- [TASK DIRECTIONS]:
Return the line containing "readonly workingFolder: string;" and every line after it through the end of the entries below, with no other lines.

Items from a dataset
import type { FitRunner, RunPower } from "../services/index.ts";

/** What the command line needs of the process around it; tests hand in their own. */
export interface CommandLineIo {
  /** Results. The promise is kept once the text has left, and broken when it cannot. */
  stdout(text: string): void | Promise<void>;
  /** Progress, notes and errors. */
  stderr(text: string): void;
  /** The terminal at standard error, for a moving bar; null where there is none. */
  readonly terminal: NodeJS.WritableStream | null;
  /** Whether someone sits at standard input. */
  readonly interactive: boolean;
  readonly environment: Readonly<Record<string, string | undefined>>;
  /** Relative paths are meant from here. */
  readonly workingFolder: string;
  /** `threads`: how many fits run at a time; 1 where it is not said. */
  makeRunner(threads?: number): FitRunner;
  /** A power series; in this thread where it is not said. */
  readonly runPower?: RunPower;
  /** The moment a run began, ISO 8601, for the provenance of a result. */
  now(): string;
}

- [COMPLETED TASK]:
  readonly workingFolder: string;
  /** `threads`: how many fits run at a time; 1 where it is not said. */
  makeRunner(threads?: number): FitRunner;
  /** A power series; in this thread where it is not said. */
  readonly runPower?: RunPower;
  /** The moment a run began, ISO 8601, for the provenance of a result. */
  now(): string;
}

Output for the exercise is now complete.